Stored data
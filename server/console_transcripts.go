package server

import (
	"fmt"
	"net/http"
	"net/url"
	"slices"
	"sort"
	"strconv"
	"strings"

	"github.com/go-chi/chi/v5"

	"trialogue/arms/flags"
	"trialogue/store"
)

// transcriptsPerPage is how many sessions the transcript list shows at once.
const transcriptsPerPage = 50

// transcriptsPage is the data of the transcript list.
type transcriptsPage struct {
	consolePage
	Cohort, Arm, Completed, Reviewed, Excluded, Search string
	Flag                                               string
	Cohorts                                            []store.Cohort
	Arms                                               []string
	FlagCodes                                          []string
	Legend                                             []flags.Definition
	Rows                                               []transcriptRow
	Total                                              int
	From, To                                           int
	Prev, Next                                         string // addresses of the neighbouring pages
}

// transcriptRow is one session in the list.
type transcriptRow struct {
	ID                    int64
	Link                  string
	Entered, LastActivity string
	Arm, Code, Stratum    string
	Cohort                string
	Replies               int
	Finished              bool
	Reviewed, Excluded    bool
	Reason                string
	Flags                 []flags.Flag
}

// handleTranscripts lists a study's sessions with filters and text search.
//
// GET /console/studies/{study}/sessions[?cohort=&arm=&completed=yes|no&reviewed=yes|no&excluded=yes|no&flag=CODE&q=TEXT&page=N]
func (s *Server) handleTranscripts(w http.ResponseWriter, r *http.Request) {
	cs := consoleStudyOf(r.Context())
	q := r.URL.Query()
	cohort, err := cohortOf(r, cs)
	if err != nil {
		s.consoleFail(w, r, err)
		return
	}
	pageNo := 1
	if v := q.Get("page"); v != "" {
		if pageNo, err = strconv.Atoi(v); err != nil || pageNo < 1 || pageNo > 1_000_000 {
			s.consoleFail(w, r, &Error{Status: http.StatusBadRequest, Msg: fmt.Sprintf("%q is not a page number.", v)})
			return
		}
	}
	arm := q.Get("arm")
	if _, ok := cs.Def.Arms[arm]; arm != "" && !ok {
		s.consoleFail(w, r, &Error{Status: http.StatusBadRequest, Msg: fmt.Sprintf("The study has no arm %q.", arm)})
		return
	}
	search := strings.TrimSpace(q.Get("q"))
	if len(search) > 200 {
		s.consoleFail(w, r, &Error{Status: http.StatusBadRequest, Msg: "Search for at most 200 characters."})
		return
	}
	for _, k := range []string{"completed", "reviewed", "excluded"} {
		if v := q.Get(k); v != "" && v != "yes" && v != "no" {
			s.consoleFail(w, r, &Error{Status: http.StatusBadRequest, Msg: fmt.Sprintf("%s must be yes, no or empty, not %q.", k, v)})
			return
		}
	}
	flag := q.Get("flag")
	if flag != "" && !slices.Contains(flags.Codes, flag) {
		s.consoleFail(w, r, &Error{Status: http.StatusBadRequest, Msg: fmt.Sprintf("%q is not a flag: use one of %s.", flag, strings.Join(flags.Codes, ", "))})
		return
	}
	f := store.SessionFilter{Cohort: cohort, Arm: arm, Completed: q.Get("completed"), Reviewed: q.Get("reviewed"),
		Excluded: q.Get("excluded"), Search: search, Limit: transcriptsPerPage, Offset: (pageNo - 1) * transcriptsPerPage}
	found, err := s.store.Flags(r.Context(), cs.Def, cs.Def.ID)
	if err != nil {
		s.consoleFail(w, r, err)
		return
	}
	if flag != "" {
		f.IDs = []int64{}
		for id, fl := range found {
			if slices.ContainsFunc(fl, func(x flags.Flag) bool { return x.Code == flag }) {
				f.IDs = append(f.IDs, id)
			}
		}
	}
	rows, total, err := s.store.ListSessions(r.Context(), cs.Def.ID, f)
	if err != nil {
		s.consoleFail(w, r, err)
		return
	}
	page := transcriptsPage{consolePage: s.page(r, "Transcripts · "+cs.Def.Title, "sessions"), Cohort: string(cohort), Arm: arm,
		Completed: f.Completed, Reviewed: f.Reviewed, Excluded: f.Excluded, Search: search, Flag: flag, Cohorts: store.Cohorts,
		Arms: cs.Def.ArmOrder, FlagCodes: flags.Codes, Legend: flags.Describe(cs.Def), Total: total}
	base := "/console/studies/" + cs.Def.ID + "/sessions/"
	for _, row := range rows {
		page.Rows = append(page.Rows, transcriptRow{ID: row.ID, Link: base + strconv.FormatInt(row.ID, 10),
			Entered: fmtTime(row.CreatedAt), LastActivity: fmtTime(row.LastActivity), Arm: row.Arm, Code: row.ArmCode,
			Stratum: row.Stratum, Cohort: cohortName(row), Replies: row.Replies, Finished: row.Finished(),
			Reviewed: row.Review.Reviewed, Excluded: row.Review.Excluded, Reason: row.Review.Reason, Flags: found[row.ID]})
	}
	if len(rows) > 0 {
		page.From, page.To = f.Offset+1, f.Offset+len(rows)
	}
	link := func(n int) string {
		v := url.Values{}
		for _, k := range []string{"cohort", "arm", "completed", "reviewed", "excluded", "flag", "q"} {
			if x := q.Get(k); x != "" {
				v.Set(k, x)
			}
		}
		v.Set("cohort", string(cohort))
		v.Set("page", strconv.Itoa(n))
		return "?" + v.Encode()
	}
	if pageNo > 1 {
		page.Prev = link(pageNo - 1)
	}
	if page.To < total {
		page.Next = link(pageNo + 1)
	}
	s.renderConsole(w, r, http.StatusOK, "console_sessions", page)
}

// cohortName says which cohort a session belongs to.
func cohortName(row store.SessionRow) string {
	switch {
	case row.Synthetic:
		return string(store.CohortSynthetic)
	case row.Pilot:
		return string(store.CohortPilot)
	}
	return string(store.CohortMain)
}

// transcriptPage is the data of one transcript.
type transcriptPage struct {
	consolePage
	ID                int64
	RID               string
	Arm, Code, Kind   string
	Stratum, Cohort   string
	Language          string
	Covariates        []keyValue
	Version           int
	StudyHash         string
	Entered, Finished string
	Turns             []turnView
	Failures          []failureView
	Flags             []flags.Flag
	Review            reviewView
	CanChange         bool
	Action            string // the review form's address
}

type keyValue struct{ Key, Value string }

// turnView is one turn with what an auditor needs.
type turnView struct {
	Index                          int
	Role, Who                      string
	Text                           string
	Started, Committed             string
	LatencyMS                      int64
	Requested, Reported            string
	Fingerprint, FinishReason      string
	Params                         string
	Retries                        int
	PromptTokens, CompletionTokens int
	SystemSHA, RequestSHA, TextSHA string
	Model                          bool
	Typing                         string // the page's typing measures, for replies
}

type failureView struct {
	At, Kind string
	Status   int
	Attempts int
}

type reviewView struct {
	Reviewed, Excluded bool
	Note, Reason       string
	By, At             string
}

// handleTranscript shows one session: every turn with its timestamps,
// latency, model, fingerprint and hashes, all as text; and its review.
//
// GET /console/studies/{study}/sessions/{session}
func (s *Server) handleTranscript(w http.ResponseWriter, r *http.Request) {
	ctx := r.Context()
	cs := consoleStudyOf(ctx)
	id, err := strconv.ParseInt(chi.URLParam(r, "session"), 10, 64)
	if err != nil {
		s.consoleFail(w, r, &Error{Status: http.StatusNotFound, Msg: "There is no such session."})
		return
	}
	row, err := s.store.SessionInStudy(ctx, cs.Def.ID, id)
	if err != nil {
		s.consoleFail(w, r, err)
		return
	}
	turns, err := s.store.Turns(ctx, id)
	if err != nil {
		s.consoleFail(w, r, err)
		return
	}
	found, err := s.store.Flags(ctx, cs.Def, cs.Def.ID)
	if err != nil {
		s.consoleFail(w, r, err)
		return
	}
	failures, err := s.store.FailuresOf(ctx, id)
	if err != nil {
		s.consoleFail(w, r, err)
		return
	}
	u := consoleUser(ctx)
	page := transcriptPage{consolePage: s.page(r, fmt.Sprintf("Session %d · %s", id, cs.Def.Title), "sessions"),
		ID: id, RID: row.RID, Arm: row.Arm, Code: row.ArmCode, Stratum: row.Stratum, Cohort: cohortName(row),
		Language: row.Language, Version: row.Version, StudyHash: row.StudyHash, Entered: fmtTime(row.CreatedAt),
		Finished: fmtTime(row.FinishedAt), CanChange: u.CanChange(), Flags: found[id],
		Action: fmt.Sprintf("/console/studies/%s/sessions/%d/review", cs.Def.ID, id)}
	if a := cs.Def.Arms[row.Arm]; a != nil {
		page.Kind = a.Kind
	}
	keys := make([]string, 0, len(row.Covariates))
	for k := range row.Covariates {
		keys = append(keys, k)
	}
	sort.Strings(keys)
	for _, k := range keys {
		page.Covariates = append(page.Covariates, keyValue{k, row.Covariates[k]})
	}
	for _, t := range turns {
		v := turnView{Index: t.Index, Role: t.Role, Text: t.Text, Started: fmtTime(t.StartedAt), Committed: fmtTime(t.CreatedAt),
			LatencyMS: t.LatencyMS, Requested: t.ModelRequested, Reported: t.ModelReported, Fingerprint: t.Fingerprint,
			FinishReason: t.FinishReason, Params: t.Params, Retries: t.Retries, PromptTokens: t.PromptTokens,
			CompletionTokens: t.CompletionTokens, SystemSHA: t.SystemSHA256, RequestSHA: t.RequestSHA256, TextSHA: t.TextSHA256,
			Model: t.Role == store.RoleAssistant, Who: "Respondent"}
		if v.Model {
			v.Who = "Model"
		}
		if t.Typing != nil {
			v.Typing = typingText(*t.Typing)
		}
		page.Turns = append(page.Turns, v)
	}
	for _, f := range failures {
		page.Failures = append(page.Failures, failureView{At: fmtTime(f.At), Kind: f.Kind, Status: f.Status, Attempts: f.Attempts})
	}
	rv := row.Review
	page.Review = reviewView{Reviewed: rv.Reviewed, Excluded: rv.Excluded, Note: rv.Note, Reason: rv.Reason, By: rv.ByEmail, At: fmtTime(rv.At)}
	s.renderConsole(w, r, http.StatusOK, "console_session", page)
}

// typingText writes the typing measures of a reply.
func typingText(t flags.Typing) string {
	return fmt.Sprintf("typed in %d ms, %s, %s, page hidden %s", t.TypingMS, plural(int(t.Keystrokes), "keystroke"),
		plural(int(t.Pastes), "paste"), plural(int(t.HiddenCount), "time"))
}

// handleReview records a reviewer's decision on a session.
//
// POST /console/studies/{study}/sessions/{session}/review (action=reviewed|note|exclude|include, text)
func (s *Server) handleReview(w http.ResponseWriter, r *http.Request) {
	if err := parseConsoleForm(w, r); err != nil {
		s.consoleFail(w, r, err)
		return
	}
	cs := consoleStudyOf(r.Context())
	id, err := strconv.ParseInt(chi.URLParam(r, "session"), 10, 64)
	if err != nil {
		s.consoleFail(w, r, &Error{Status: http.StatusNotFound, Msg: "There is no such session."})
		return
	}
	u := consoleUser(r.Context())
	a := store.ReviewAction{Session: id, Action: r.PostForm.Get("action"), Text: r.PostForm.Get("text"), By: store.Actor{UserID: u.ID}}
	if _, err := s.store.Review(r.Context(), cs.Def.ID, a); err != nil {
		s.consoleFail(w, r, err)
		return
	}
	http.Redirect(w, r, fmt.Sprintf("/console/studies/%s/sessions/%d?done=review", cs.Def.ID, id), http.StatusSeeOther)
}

→ Problem statement
Set down again, word for word, the stretch of records from the line with "func cohortName(row store.SessionRow)" to the line with "SystemSHA, RequestSHA, TextSHA string", both of those lines included.

→ Task result
func cohortName(row store.SessionRow) string {
	switch {
	case row.Synthetic:
		return string(store.CohortSynthetic)
	case row.Pilot:
		return string(store.CohortPilot)
	}
	return string(store.CohortMain)
}

// transcriptPage is the data of one transcript.
type transcriptPage struct {
	consolePage
	ID                int64
	RID               string
	Arm, Code, Kind   string
	Stratum, Cohort   string
	Language          string
	Covariates        []keyValue
	Version           int
	StudyHash         string
	Entered, Finished string
	Turns             []turnView
	Failures          []failureView
	Flags             []flags.Flag
	Review            reviewView
	CanChange         bool
	Action            string // the review form's address
}

type keyValue struct{ Key, Value string }

// turnView is one turn with what an auditor needs.
type turnView struct {
	Index                          int
	Role, Who                      string
	Text                           string
	Started, Committed             string
	LatencyMS                      int64
	Requested, Reported            string
	Fingerprint, FinishReason      string
	Params                         string
	Retries                        int
	PromptTokens, CompletionTokens int
	SystemSHA, RequestSHA, TextSHA string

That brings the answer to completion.